Poe calls for transparency amid gov’t deal with Chinese firms
In what may well test President Rodrigo Duterte’s freedom of information (FOI) directive in the executive branch, Sen. Grace Poe on Wednesday said the public “can and should” demand government’s transparency on state-funded projects tapping Chinese firms with a history of fraud.
Poe, chair of the Senate committee on public services which handles transportation concerns, said corruption allegations were “red flags” that should caution government in dealing with the firms, and that contracts should be reviewed before being finalized.
“In all cases where the use of public funds is involved, the principles of transparency and accountability should be upheld. Allegations of corruption by contractors are red flags that should caution us in our dealings with them,” Poe said in a statement.
“It is imperative that all infrastructure project contracts being contemplated by the government should be scrutinized before they are consummated, to ensure that they are not disadvantageous to the country,” she said.
Poe, chiefly behind the push for an FOI law to cover the entire bureaucracy, said the public may seek information about the fishy contracts with Chinese firms already banned by the World Bank for fraudulent practices and those involved in reclamation activities in the South China Sea, where Beijing and Manila have an unresolved dispute.
“Executive Order No. 2 on Freedom of Information includes in its definition of ‘information,’ any contract in connection with the government. With this, we can and should demand for transparency from the DPWH and require them to upload this on their website,” Poe said.

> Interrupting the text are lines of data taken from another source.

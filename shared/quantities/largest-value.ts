/**
 * No reading, limit or computed value is larger than this in magnitude, in SI base units: a teraohm is the most that an
 * insulation tester shows. What is larger is a slip of the hand, and sums of it would overflow. Common practice, no source.
 */
export const LARGEST_VALUE = 1e12;
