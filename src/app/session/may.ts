import { computed, inject, type Signal } from '@angular/core';
import { type Endpoint } from '#shared/contract/endpoint';
import { Session } from './session';

/** Whether the person may call an endpoint, as the contract says. Call it where injection is possible. */
export function may(endpoint: Pick<Endpoint, 'who'>): Signal<boolean> {
  const session = inject(Session);
  return computed(() => session.mayCall(endpoint));
}
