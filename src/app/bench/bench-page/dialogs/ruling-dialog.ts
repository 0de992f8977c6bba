import { ChangeDetectionStrategy, Component, computed, inject } from '@angular/core';
import { toSignal } from '@angular/core/rxjs-interop';
import { FormControl, FormGroup, ReactiveFormsModule, Validators } from '@angular/forms';
import { MatButton } from '@angular/material/button';
import { MAT_DIALOG_DATA, MatDialogModule, MatDialogRef } from '@angular/material/dialog';
import { MatFormFieldModule } from '@angular/material/form-field';
import { MatInput } from '@angular/material/input';
import { type Observable } from 'rxjs';
import { ruleOnUnit } from '#shared/contract/bench';
import { RecordSave } from '../../../data/record-save';
import { formFieldDefaults } from '../../../ui/material-defaults';
import { Segmented } from '../../../ui/segmented';
import { MessageNote } from '../../../ui/states/message-note';
import { FieldErrorPipe } from '../../../ui/values/field-error-pipe';

export type Ruling = 'conforming' | 'nonconforming';

/** The unit that is ruled on, why it is undecided, and the ruling that stands. */
export interface RulingQuestion {
  readonly unit: number;
  readonly doubt: string;
  readonly standing: Ruling | null;
  rule(ruling: Ruling | null, reason: string): Observable<unknown>;
}

type Choice = Ruling | 'take-back';

/** Quality's ruling on an undecided unit, with its reason; a ruling that stands can be taken back. */
@Component({
  selector: 'qr-ruling-dialog',
  imports: [
    FieldErrorPipe,
    MatButton,
    MatDialogModule,
    MatFormFieldModule,
    MatInput,
    MessageNote,
    ReactiveFormsModule,
    Segmented,
  ],
  templateUrl: './ruling-dialog.html',
  styleUrl: './ruling-dialog.scss',
  providers: [formFieldDefaults],
  changeDetection: ChangeDetectionStrategy.OnPush,
})
export class RulingDialog {
  private readonly dialog = inject<MatDialogRef<RulingDialog, boolean>>(MatDialogRef);
  protected readonly question = inject<RulingQuestion>(MAT_DIALOG_DATA);

  protected readonly saving = new RecordSave();
  protected readonly form = new FormGroup({
    ruling: new FormControl<Choice | null>(this.question.standing === null ? null : 'take-back', Validators.required),
    reason: new FormControl('', { nonNullable: true }),
  });
  protected readonly choices: readonly { value: Choice; label: string }[] =
    this.question.standing === null
      ? [
          { value: 'conforming', label: 'Conforming' },
          { value: 'nonconforming', label: 'Nonconforming' },
        ]
      : [{ value: 'take-back', label: `Take back: ${this.question.standing}` }];
  private readonly chosen = toSignal(this.form.controls.ruling.valueChanges, {
    initialValue: this.form.controls.ruling.value,
  });
  protected readonly choice = computed(() => this.chosen() ?? '');

  protected take(): void {
    const { ruling } = this.form.getRawValue();
    this.saving.submit(this.form, {
      schema: ruleOnUnit.body,
      value: { ruling: ruling === 'take-back' ? null : ruling, reason: this.form.getRawValue().reason },
      call: (body) => this.question.rule(body.ruling, body.reason),
      saved: () => this.dialog.close(true),
    });
  }
}
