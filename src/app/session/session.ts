import { computed, inject, Injectable, Injector, signal } from '@angular/core';
import { Router } from '@angular/router';
import { catchError, defer, from, type Observable, of, switchMap, tap, throwError } from 'rxjs';
import { type Who } from '#shared/contract/endpoint';
import { type Role } from '#shared/contract/roles';
import { type Me, readMe, signIn, signOut } from '#shared/contract/session';
import { ApiClient, type CallInput } from '../data/api';
import { ApiProblem } from '../data/api-problem';
import { SessionRenewal } from '../data/session-renewal';

/** Who is signed in at this browser. */
@Injectable({ providedIn: 'root' })
export class Session {
  private readonly api = inject(ApiClient);
  private readonly router = inject(Router);
  private readonly injector = inject(Injector);
  private readonly person = signal<Me | null>(null);
  private readonly roles = computed(() => new Set(this.person()?.roles));

  readonly me = this.person.asReadonly();

  constructor() {
    inject(SessionRenewal).signInAgain = () => this.signInAgain();
  }

  /** Who is signed in; asks the server when this browser does not know yet. */
  restore(): Observable<Me | null> {
    return defer(() => (this.person() === null ? this.askServer() : of(this.person())));
  }

  /** Whether the person holds one of the roles. */
  holds(...roles: readonly Role[]): boolean {
    return roles.some((role) => this.roles().has(role));
  }

  /** Whether the person is among those whom the contract lets call an endpoint. */
  mayCall({ who }: { readonly who: Who }): boolean {
    if (who === 'anyone') return true;
    if (who === 'rack') return false;
    return who === 'signed-in' ? this.person() !== null : this.holds(...who);
  }

  signIn(body: CallInput<typeof signIn>['body']): Observable<Me> {
    return this.api.call(signIn, { body }).pipe(tap((me) => this.person.set(me)));
  }

  signOut(): Observable<unknown> {
    return this.api.call(signOut, {}).pipe(tap(() => this.leave()));
  }

  private askServer(): Observable<Me | null> {
    return this.api.call(readMe, {}).pipe(
      tap((me) => this.person.set(me)),
      catchError((thrown: unknown) => {
        const signedOut = thrown instanceof ApiProblem && thrown.status === 401;
        return signedOut ? of(null) : throwError(() => thrown);
      }),
    );
  }

  /**
   * The session ran out while the person was working: asks for the password over the page, so that nothing typed is lost.
   * When the person gives up, the sign-in page remembers where they were.
   */
  private signInAgain(): Observable<unknown> {
    const over = new ApiProblem({ title: 'Your session has ended.', status: 401, code: 'signed-out' }, new Date());
    const me = this.person();
    if (me === null) return throwError(() => over);
    const asked = from(import('./sign-in-again/ask-again')).pipe(
      switchMap(({ askAgain }) => askAgain(this.injector, me)),
    );
    return asked.pipe(
      switchMap((again) => {
        if (again !== undefined) return of(again);
        this.leave(this.router.url);
        return throwError(() => over);
      }),
    );
  }

  private leave(returnTo?: string): void {
    this.person.set(null);
    void this.router.navigate(['/sign-in'], { queryParams: { back: returnTo } });
  }
}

“Ultimately, the Filipino taxpayers will have to shoulder the contractual obligations undertaken by government. Hence, it is only fair that we give the people the opportunity to look into the details of these contracts prior to their consummation,” she said.
Sen. Sherwin Gatchalian meanwhile said the Chinese firms must ensure compliance with local business laws.

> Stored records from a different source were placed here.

import { type UnitParts } from './display-unit';
import { LARGEST_VALUE } from './largest-value';
import { readNumeral, type NumeralOptions } from './numeral';
import { PREFIX_PLACES } from './prefixes';
import { AmbiguousQuantity, QuantityNotUnderstood } from './quantity-not-understood';
import { plainText, readUnitText, type UnitReading } from './unit-text';

/** A quantity as written: its decimal digits, the places to SI base units, and whether the number stood alone. */
export interface WrittenQuantity {
  digits: string;
  places: number;
  bare: boolean;
}

const EXAMPLES = 'Type a number, with a prefix or unit where needed: 0.035, 35m or 35 mV.';
const WRITTEN = /^([+-]?) ?(\d[\d., ]*|[.,]\d+)(?:e([+-]?\d{1,3}))?(.*)$/i;
/** A letter in the place of the decimal point, as on parts: 4k7. Source: IEC 60062. */
const LETTER_AS_POINT = /^([a-zA-Z\u03bc])(\d+)(.*)$/;
const LONGEST = 64;

const unitName = ({ unit, qualifier }: UnitParts) =>
  [unit?.symbol ?? 'a plain number', qualifier].filter((word) => word !== null).join(' ');

function fitting(readings: readonly UnitReading[], wanted: UnitParts): UnitReading[] {
  const takesPrefix = wanted.unit !== null && wanted.unit.prefixes.length > 1;
  return readings.filter(({ unit, places }) => (unit === null ? takesPrefix || places === 0 : unit === wanted.unit));
}

function refuseLetters(
  letters: string,
  text: string,
  readings: readonly UnitReading[],
  wanted: UnitParts | null,
): never {
  const [typed] = readings;
  if (wanted === null || typed === undefined) {
    throw new QuantityNotUnderstood(text, `“${letters}” is no unit or prefix known here. ${EXAMPLES}`);
  }
  const { unit } = typed;
  if (unit) throw new QuantityNotUnderstood(text, `this is in ${unit.symbol}, and ${unitName(wanted)} is wanted here.`);
  throw new QuantityNotUnderstood(text, `a prefix does not go with ${unitName(wanted)}. Write the number without it.`);
}

/** Among the readings of the letters, the one that fits the wanted unit. */
function chooseReading(letters: string, text: string, wanted: UnitParts | null): UnitReading {
  const { readings, qualifier } = readUnitText(letters);
  if (wanted !== null && qualifier !== null && qualifier !== wanted.qualifier) {
    throw new QuantityNotUnderstood(text, `this is ${qualifier}, and ${unitName(wanted)} is wanted here.`);
  }
  const [first, second] = wanted === null ? readings.slice(0, 1) : fitting(readings, wanted);
  if (first === undefined) return refuseLetters(letters, text, readings, wanted);
  // SI writes kilo with a small k, so K where kelvins are wanted is the kelvin; m for metre or milli stays open.
  if (second !== undefined && letters === 'K') return second;
  if (second !== undefined) {
    throw new AmbiguousQuantity(text, 'm can be metre or milli here. Write mm for millimetres, or the number alone.');
  }
  return first;
}

function letterAsPoint(whole: string, tail: string, text: string, wanted: UnitParts | null): WrittenQuantity | null {
  const [, letter = '', fraction = '', rest = ''] = LETTER_AS_POINT.exec(tail) ?? [];
  const places = letter === 'R' && (wanted === null || wanted.unit?.symbol === 'Ω') ? 0 : PREFIX_PLACES.get(letter);
  if (letter === '' || places === undefined || !/^\d+$/.test(whole)) return null;
  if (letter.toUpperCase() === wanted?.unit?.symbol.toUpperCase()) {
    throw new AmbiguousQuantity(
      text,
      `${letter} can be the prefix or the unit here. Write the number with a decimal point.`,
    );
  }
  const behind = rest.trim();
  const reading =
    behind === '' ? { unit: null, places } : chooseReading(`${letter === 'R' ? '' : letter}${behind}`, text, wanted);
  if (behind === '' && wanted !== null && fitting([reading], wanted).length === 0) {
    refuseLetters(letter, text, [reading], wanted);
  }
  return { digits: `${whole}.${fraction}`, places: reading.places, bare: false };
}

/**
 * Reads a quantity as people write it, without turning it into a number yet, so that the decimal digits survive.
 *
 * @param wanted the unit of the field, or null where any known unit may be typed; without one, letters that can be a prefix
 *   are the prefix
 * @throws {AmbiguousQuantity} for what can be read in two ways
 * @throws {QuantityNotUnderstood} for what cannot be read, and for a unit that is not the wanted one
 */
export function readQuantity(text: string, wanted: UnitParts | null, options: NumeralOptions): WrittenQuantity {
  const plain = plainText(text);
  if (plain === '') throw new QuantityNotUnderstood(text, EXAMPLES);
  const [matched, sign = '', numeral = '', exponent, tail = ''] = WRITTEN.exec(plain) ?? [];
  if (matched === undefined || plain.length > LONGEST) throw new QuantityNotUnderstood(text, EXAMPLES);
  const marked = exponent === undefined ? letterAsPoint(numeral, tail, text, wanted) : null;
  if (marked !== null) return { ...marked, digits: sign + marked.digits };
  const letters = tail.trim();
  const reading = chooseReading(letters, text, wanted);
  const digits = sign + readNumeral(numeral.trim(), text, options);
  return { digits, places: reading.places + Number(exponent ?? 0), bare: letters === '' };
}

/**
 * The number nearest to a written quantity, in SI base units.
 *
 * @param places to move the decimal point further by
 * @throws {QuantityNotUnderstood} for a number too large to be kept
 */
export function toNumber(written: WrittenQuantity, text: string, places = 0): number {
  const value = Number(`${written.digits}e${written.places + places}`);
  if (!(Math.abs(value) <= LARGEST_VALUE))
    throw new QuantityNotUnderstood(text, 'this is too large to be a measured value.');
  return value;
}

“We have our own laws and procedures that any company, whether foreign or local, should adhere to. These laws and procedures are designed to stop corruption and promote transparency. These foreign companies should make sure they follow our laws to the letter when they conduct business in our country,” he said.

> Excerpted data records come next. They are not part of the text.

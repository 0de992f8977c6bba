import { inject } from '@angular/core';
import { type CanMatchFn, RedirectCommand, Router } from '@angular/router';
import { catchError, map, of } from 'rxjs';
import { Session } from './session';

/**
 * Lets signed-in people pass; others sign in first and then come back to the address they wanted. So do those of whom the
 * server could not say who they are: the sign-in page tells whether it can be reached.
 */
export const signedInGuard: CanMatchFn = () => {
  const router = inject(Router);
  const wanted = router.currentNavigation()?.extractedUrl.toString() ?? '/';
  return inject(Session)
    .restore()
    .pipe(
      catchError(() => of(null)),
      map((me) => {
        if (me !== null) return true;
        const queryParams = wanted === '/' ? {} : { back: wanted };
        return new RedirectCommand(router.createUrlTree(['/sign-in'], { queryParams }), { replaceUrl: true });
      }),
    );
};
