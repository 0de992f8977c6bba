import { AmbiguousQuantity, QuantityNotUnderstood } from './quantity-not-understood';

/** How numbers are written where the text comes from. */
export interface NumeralOptions {
  /** Whether the comma is the decimal sign. */
  decimalComma?: boolean;
}

const GROUPED = /^\d{1,3}( \d{3})+([.,]\d+)?$/;

function withoutSpaces(numeral: string, text: string): string {
  if (!numeral.includes(' ')) return numeral;
  if (GROUPED.test(numeral)) return numeral.replaceAll(' ', '');
  throw new QuantityNotUnderstood(text, 'the spaces are not between thousands. Write the number without spaces.');
}

/** Whether what stands after the sign could just as well be a group of thousands: 1.250, 12.221, but not 0.035. */
const couldBeThousands = (numeral: string, sign: string) =>
  numeral.split(sign)[1]?.length === 3 && /^[1-9]\d{0,2}\D/.test(numeral);

function refuseComma(numeral: string, text: string): never {
  const point = numeral.replace(',', '.');
  throw new AmbiguousQuantity(
    text,
    couldBeThousands(numeral, ',')
      ? `this could be ${numeral.replace(',', '')} or ${point}. Write one of them, with a decimal point.`
      : `write the decimal sign as a point: ${point}.`,
  );
}

/**
 * Reads the digits of a number, as typed, to a decimal numeral with a point and nothing else.
 *
 * Spaces may part thousands. The comma is a decimal sign only where the options say so; there a point that could part
 * thousands is ambiguous in turn.
 *
 * @param numeral digits, spaces, points and commas
 * @param text all that was typed, for the message
 * @throws {AmbiguousQuantity} for a number that can be read in two ways
 * @throws {QuantityNotUnderstood} for one that cannot be read at all
 */
export function readNumeral(numeral: string, text: string, { decimalComma = false }: NumeralOptions): string {
  const digits = withoutSpaces(numeral, text);
  const signs = digits.replace(/\d/g, '');
  if (signs.length > 1) {
    throw new AmbiguousQuantity(text, 'there is more than one decimal sign. Write one, and nothing between thousands.');
  }
  if (signs === ',' && !decimalComma) refuseComma(digits, text);
  if (signs === '.' && decimalComma && couldBeThousands(digits, '.')) {
    const [whole = '', fraction = ''] = digits.split('.');
    throw new AmbiguousQuantity(text, `this could be ${whole}${fraction} or ${whole},${fraction}. Write one of them.`);
  }
  return digits.replace(',', '.');
}
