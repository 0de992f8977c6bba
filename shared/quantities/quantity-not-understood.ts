/** A typed quantity that says nothing to the program. Its message is a sentence for the person who typed it. */
export class QuantityNotUnderstood extends RangeError {
  override readonly name: string = 'QuantityNotUnderstood';

  constructor(
    /** What was typed. */
    readonly text: string,
    /** What is the matter and what to type instead. */
    readonly hint: string,
  ) {
    super(text.trim() === '' ? hint : `“${text.trim()}”: ${hint}`);
  }
}

/** A typed quantity that can be read in two ways; it is asked back, never guessed. */
export class AmbiguousQuantity extends QuantityNotUnderstood {
  override readonly name = 'AmbiguousQuantity';
}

Subsidiaries of the China Communication Construction Co. (CCCC), a firm sanctioned by the World Bank for fraudulent practices in 2011, are known to have been contracted for major infrastructure projects under the Duterte administration.
These include the China Road and Bridge Corp. (CRBC), which itself has been barred from participating in WB contracts since 2009 for the questionable bidding of a roads improvement project in the Philippines.
Also in the Philippine contracts are the China Harbour Engineering Co. Ltd. and CCCC Dredging Co., which are said to be involved in reclamation activities in the South China Sea.